In 2016, Melissa founded 1863 Ventures with a clear goal in mind: helping New Majority entrepreneurs – individuals that have been historically marginalized and disinvested – grow their businesses through rigorous programming, consistent coaching, personal and professional mentoring, and access to capital. The 1863 Ventures team is comprised of serial entrepreneurs and investors. Collectively they represent over 60+ years of business and entrepreneurial experience. Their prior careers experiences include PayPal, Google, IBM, World Bank Group, DC DSLBD, Georgetown University, U.S. Treasury Department, and the White House, to name a few. In addition, 1863 Venture’s board of directors comprises professional executives representing Capital One, The Economic Club, Optum, and formerly Google.

Over the past four years, 1863 Ventures has been able to work with over 2,500 early-stage and growth-stage founders through their formal programs across a multitude of sectors and industries. Through its community of entrepreneurs, coaches, and investors that work collaboratively to create jobs for the new majority, 1863 Venture’s entrepreneur membership now represents nearly $300 million in revenues and several thousand jobs.

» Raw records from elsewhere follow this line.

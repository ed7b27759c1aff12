"""What is known of an experiment so far, under the wire's names. Standard library only; decides nothing."""

from __future__ import annotations

import math
from typing import Any

from gainwright_service.experiment.commands import Facts
from gainwright_service.experiment.excitation import Excitation
from gainwright_service.experiment.scoring import Score


def told(score: Score, facts: Facts | None, excitation: Excitation | None, **known: Any) -> dict[str, Any]:
    """The progress of a test: its cycles so far, what was found, how it is driven, and what the machine knows."""
    newest = score.cycles[-1] if score.cycles else None
    gain = None
    if newest is not None and newest.swing > 0:
        gain = 4 * newest.up.amplitude / (math.pi * newest.swing)
    return {
        **known,
        "cycles": max(len(score.halves) - 1, 0) // 2,
        "scored_cycles": len(score.cycles),
        "amplitude": excitation.amplitude if excitation else None,
        "hysteresis": facts.hysteresis if facts else None,
        "noise": facts.noise if facts else None,
        "reference": facts.reference if facts else None,
        "resting_output": facts.resting_output if facts else None,
        "swing": newest.swing if newest else None,
        "period_s": newest.period if newest else None,
        "provisional_ultimate_gain": gain,
    }
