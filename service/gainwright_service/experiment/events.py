"""What happens to an experiment. Every event carries the time; the machine never asks for it."""

from __future__ import annotations

from dataclasses import dataclass

from gainwright_service.experiment.readings import Reading


@dataclass(frozen=True, slots=True)
class Trip:
    """A limit that was met or a person who acted: the item, the measured number and the bound.

    Parameters
    ----------
    item : str
        Item of the safety list, e.g. ``D1``.
    number, bound : float
    unit : str
    sentence : str
    yields : bool
        Somebody else has the output: nothing may be written any more.
    link : bool
        The device cannot be reached or trusted, so that an exit must read before it writes.
    """

    item: str
    number: float
    bound: float
    unit: str
    sentence: str
    yields: bool = False
    link: bool = False


@dataclass(frozen=True, slots=True)
class Event:
    """Base: when it happened, monotonic seconds."""

    now: float


@dataclass(frozen=True, slots=True)
class Sampled(Event):
    """A reading came, and the guard found nothing wrong with it."""

    reading: Reading


@dataclass(frozen=True, slots=True)
class Missed(Event):
    """A reading failed."""

    reason: str


@dataclass(frozen=True, slots=True)
class Tripped(Event):
    """The guard met a limit."""

    trip: Trip


@dataclass(frozen=True, slots=True)
class SomebodyActed(Event):
    """The guard saw another hand on the loop."""

    trip: Trip


@dataclass(frozen=True, slots=True)
class StopRequested(Event):
    """A person asked for the end."""

    by: str


@dataclass(frozen=True, slots=True)
class Interrupted(Event):
    """The service itself must let go: shutdown, store or lock lost, an internal error."""

    reason: str


@dataclass(frozen=True, slots=True)
class Secured(Event):
    """What recovery needs is stored durably."""


@dataclass(frozen=True, slots=True)
class NotSecured(Event):
    """What recovery needs could not be stored: nothing may be written."""

    reason: str


@dataclass(frozen=True, slots=True)
class TookOver(Event):
    """The loop is in manual."""


@dataclass(frozen=True, slots=True)
class WriteFailed(Event):
    """A changing verb failed; whether the device took it is unknown, unless it was withheld and never sent."""

    reason: str
    refused: bool
    withheld: bool = False


@dataclass(frozen=True, slots=True)
class HandedBack(Event):
    """The mode write was answered."""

In 2020, although COVID-19 adversely impacted the entire world, people of color were disproportionately affected. Due to the systemic and institutional racism that persists in our country, Black and Brown entrepreneurs suffered as communities of color received less access to health services support, and businesses received less access to government-backed financial support.

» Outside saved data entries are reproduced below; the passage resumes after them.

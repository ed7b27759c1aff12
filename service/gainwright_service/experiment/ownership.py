"""What recovery needs to know of a test that may have been driving, as one document stored before the first write."""

from __future__ import annotations

from dataclasses import asdict, dataclass, fields
from typing import Any

from gainwright_service.experiment.commands import Facts
from gainwright_service.experiment.plan import Plan
from gainwright_service.experiment.readings import Mode


@dataclass(frozen=True, slots=True)
class Ownership:
    """The plan and the facts of a test, enough to judge whose the output is and to give it back."""

    plan: Plan
    facts: Facts

    @classmethod
    def of(cls, plan: Plan, facts: Facts) -> Ownership:
        """From a running experiment."""
        return cls(plan, facts)

    def document(self) -> dict[str, Any]:
        """As plain values."""
        return {"plan": self.plan.document(), "facts": {**asdict(self.facts), "mode": str(self.facts.mode)}}

    @classmethod
    def from_document(cls, document: dict[str, Any]) -> Ownership:
        """From the stored document; unknown names of a newer version are ignored."""
        plan_names = {field.name for field in fields(Plan)}
        fact_names = {field.name for field in fields(Facts)}
        plan = {name: value for name, value in document["plan"].items() if name in plan_names}
        facts = {name: value for name, value in document["facts"].items() if name in fact_names}
        facts["mode"] = Mode(facts["mode"])
        return cls(Plan(**plan), Facts(**facts))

, Founder Of 1863 Ventures, Melissa Bradley, Is Helping Entrepreneurs Build Black-Owned Businesses, The Nzuchi News Forbes

In the wake of this deadly phenomenon, 1863 Ventures launched the 3Rs program – Recover, Rebuild, Resilience – in partnership with Capital One and the Rockefeller Foundation to help stabilize Black businesses through leveraged capital, tactical content, and structured coaching. Our goal is to administer $850,000 in grant funding and foster a pipeline of 1,200 Black entrepreneurs across 14 cities through our program.

Through 3Rs, 1863 Ventures has expanded its support to business owners beyond its traditional accelerator programs and created a robust process to help businesses impacted by COVID-19 and racial unrest to recover, rebuild and become resilient. “We are helping businesses recover through curated training; rebuild with 1-1 coaching and access to a community, and become resilient through capital and participation in our existing accelerator programs,” Melissa exclaims.

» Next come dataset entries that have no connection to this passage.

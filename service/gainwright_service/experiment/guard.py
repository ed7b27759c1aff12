"""The guard: every limit on a live test, checked on every sample before anything else.

`inspect` judges a reading, `allow` judges an output about to be written; both are pure: they return the next guard
and change nothing. Limit responses are never delayed by dwell, rate or switch budget. A person acting wins over a
limit. Item names are those of the safety document, section 3.
"""

from __future__ import annotations

from dataclasses import dataclass, replace

from gainwright_service.experiment.events import Trip
from gainwright_service.experiment.plan import Plan
from gainwright_service.experiment.readings import Mode, Reading

HARD_DEVIATION = 1.2
"""D1 ends at once beyond this multiple of the allowed deviation, else on two samples in a row."""
CONSECUTIVE = 2
LATEST_FACTOR = 3.0
"""D8: a half-period may last this many times the last one of the same direction."""


@dataclass(frozen=True, slots=True)
class Watch:
    """What the guard remembers between samples."""

    since: float
    newest_good_at: float
    armed: bool = False
    reference: float = 0.0
    resting_output: float = 0.0
    setpoint: float | None = None
    mode: Mode = Mode.MANUAL
    commanded: float | None = None
    commanded_at: float = 0.0
    matched: bool = False
    strange_outputs: int = 0
    strange_modes: int = 0
    strange_setpoints: int = 0
    beyond: int = 0
    switches: int = 0
    half_started_at: float | None = None
    half_limit_s: float | None = None


@dataclass(frozen=True, slots=True)
class Inspection:
    """What a look at the loop says: the guard to use from now on, and what was met, if anything."""

    guard: Guard
    trip: Trip | None = None
    disobeyed: bool = False


@dataclass(frozen=True, slots=True)
class Guard:
    """The limits of one plan and what has been seen so far."""

    plan: Plan
    watch: Watch

    def armed(self, *, now: float, reference: float, resting_output: float, setpoint: float | None) -> Guard:
        """The guard from the moment the loop is taken over in manual."""
        watch = replace(
            self.watch,
            armed=True,
            reference=reference,
            resting_output=resting_output,
            setpoint=setpoint,
            mode=Mode.MANUAL,
            strange_outputs=0,
            strange_modes=0,
            strange_setpoints=0,
            commanded_at=now,
            newest_good_at=now,
        )
        return replace(self, watch=watch)

    def wrote(self, output: float, now: float) -> Guard:
        """The guard after an output was written."""
        watch = replace(self.watch, commanded=output, commanded_at=now, matched=False, strange_outputs=0)
        return replace(self, watch=watch)

    def switched(self, now: float, half_limit_s: float | None) -> Guard:
        """The guard after a switch; ``half_limit_s`` bounds the half-period that begins."""
        watch = replace(self.watch, switches=self.watch.switches + 1, half_started_at=now, half_limit_s=half_limit_s)
        return replace(self, watch=watch)

    def returning(self) -> Guard:
        """The guard of the return: nothing of the test's swing is awaited any more."""
        return replace(self, watch=replace(self.watch, half_started_at=None, half_limit_s=None))

    def released(self, mode: Mode) -> Guard:
        """The guard once the mode as found is asked for: the output is the controller's again."""
        watch = replace(self.watch, mode=mode, commanded=None, strange_modes=0, armed=False)
        return replace(self, watch=watch)

    def allow(self, output: float, now: float) -> Trip | None:
        """None where the test output may be written; else the item it would break. Pure arithmetic, no memory."""
        plan, slack = self.plan, 1e-9 * self.plan.output_span
        if not self.watch.armed:
            return Trip("D5", output, 0.0, "", "a test output before the loop was taken over")
        if not output >= plan.output_low - slack:
            return Trip("D5", output, plan.output_low, "", "below the output band")
        if not output <= plan.output_high + slack:
            return Trip("D5", output, plan.output_high, "", "above the output band")
        change = abs(output - self.watch.resting_output)
        if change > plan.max_output_change + slack:
            return Trip("D5", change, plan.max_output_change, "", "further from the resting output than allowed")
        if plan.output_rate_per_s is not None and self.watch.commanded is not None:
            elapsed = max(now - self.watch.commanded_at, 0.0)
            step = abs(output - self.watch.commanded)
            # One sample interval is the finest in which a rate can be kept.
            most = plan.output_rate_per_s * max(elapsed, plan.sample_interval_s) + slack
            if step > most:
                return Trip("D5", step, most, "", "faster than the allowed rate")
        return None

    def inspect(self, reading: Reading, now: float) -> Inspection:
        """Judge one reading. A person acting comes first, then the hard limits, the deviation, time and switches."""
        guard, yielded, disobeyed = self._ownership(reading, now)
        if yielded is not None:
            return Inspection(guard, yielded)
        if reading.usable:
            guard = replace(guard, watch=replace(guard.watch, newest_good_at=reading.taken_at))
            guard, trip = guard._process_variable(reading)
            if trip is not None:
                return Inspection(guard, trip)
        trip = guard.overdue(now)
        return Inspection(guard, trip, disobeyed)

    def overdue(self, now: float) -> Trip | None:
        """What time alone has broken: staleness (D7), half-period (D8), total time and switches (D9)."""
        watch, plan = self.watch, self.plan
        age = now - watch.newest_good_at
        if age > plan.stale_after_s:
            return Trip("D7", age, plan.stale_after_s, "s", "no good reading for too long", link=True)
        elapsed = now - watch.since
        if elapsed > plan.max_duration_s:
            return Trip("D9", elapsed, plan.max_duration_s, "s", "the total time is over")
        if watch.switches > plan.max_switches:
            return Trip("D9", watch.switches, plan.max_switches, "", "the switches are used up")
        if watch.half_started_at is not None and watch.half_limit_s is not None:
            half = now - watch.half_started_at
            if half > watch.half_limit_s:
                return Trip("D8", half, watch.half_limit_s, "s", "a half-period lasts too long")
        return None

    def _process_variable(self, reading: Reading) -> tuple[Guard, Trip | None]:
        plan, value = self.plan, reading.process_variable
        if value < plan.process_variable_low:
            return self, Trip("D2", value, plan.process_variable_low, "", "below the hard limit")
        if value > plan.process_variable_high:
            return self, Trip("D2", value, plan.process_variable_high, "", "above the hard limit")
        if not self.watch.armed:
            return self, None
        deviation = value - self.watch.reference
        bound = plan.deviation_up if deviation >= 0 else plan.deviation_down
        size = abs(deviation)
        beyond = self.watch.beyond + 1 if size > bound else 0
        guard = replace(self, watch=replace(self.watch, beyond=beyond))
        if size > HARD_DEVIATION * bound or beyond >= CONSECUTIVE:
            return guard, Trip("D1", size, bound, "", "the process variable deviates too far from the reference")
        return guard, None

    def _ownership(self, reading: Reading, now: float) -> tuple[Guard, Trip | None, bool]:
        """Whose the output is (D6): mode, echo and setpoint, each on two samples in a row."""
        watch, plan = self.watch, self.plan
        if not watch.armed:
            return self, None, False
        strange_modes = watch.strange_modes + 1 if reading.mode not in (watch.mode, Mode.UNKNOWN) else 0
        strange_setpoints = watch.strange_setpoints + 1 if self._setpoint_moved(reading) else 0
        echo, commanded = reading.controller_output, watch.commanded
        matched, strange_outputs, disobeyed = watch.matched, 0, False
        if echo is not None and commanded is not None and reading.taken_at >= watch.commanded_at:
            if abs(echo - commanded) <= plan.echo_tolerance:
                matched = True
            elif matched:
                strange_outputs = watch.strange_outputs + 1
            else:
                disobeyed = now - watch.commanded_at > plan.settle_s
        watch = replace(
            watch,
            matched=matched,
            strange_modes=strange_modes,
            strange_setpoints=strange_setpoints,
            strange_outputs=strange_outputs,
        )
        guard = replace(self, watch=watch)
        for count, what, number, bound in (
            (strange_modes, "the mode was changed", 0.0, 0.0),
            (strange_outputs, "the output was changed", echo or 0.0, commanded or 0.0),
            (strange_setpoints, "the setpoint was changed", reading.setpoint or 0.0, watch.setpoint or 0.0),
        ):
            if count >= CONSECUTIVE:
                return guard, Trip("D6", number, bound, "", f"somebody else acts: {what}", yields=True), False
        return guard, None, disobeyed

    def _setpoint_moved(self, reading: Reading) -> bool:
        if self.plan.setpoint_follows or self.watch.setpoint is None or reading.setpoint is None:
            return False
        size = max(abs(self.watch.setpoint), self.plan.process_variable_high - self.plan.process_variable_low)
        return abs(reading.setpoint - self.watch.setpoint) > 1e-5 * size


def new_guard(plan: Plan, now: float) -> Guard:
    """The guard at the start of an experiment, before anything is written."""
    return Guard(plan, Watch(since=now, newest_good_at=now))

Although Melissa Bradley and 1863 Ventures have made a fundamental difference in the lives of Black and Brown business owners, the work doesn’t end here. Melissa’s goal for the future of 1863 Ventures is clear. “In 5 years, our organization will be the number one leveraged business accelerator for government agencies, financial institutions, and universities to partner with to help elevate and empower new majority founders,” she says. In addition, Bradley plans to make their programs available in every geographic region Black and Brown entrepreneurs reside and be the go-to model for business development programming for new majority entrepreneurs.

Her advice to business owners of color:

Find a community.

“Being an entrepreneur is a team sport, she says, “you need to be surrounded by people who can be supportive and hold you accountable for your business growth.”

Money is a means to an end.

An entrepreneur should not focus on the money but on the resources needed to build and scale a business. Unfortunately, business owners too often seek dollars but then do not have the appropriate plan to execute.

You are in control of your destiny.

“Do not allow other folks to dictate your potential,” Bradley advises. Instead, entrepreneurs of color must be resilient and relentless because the journey won’t be easy.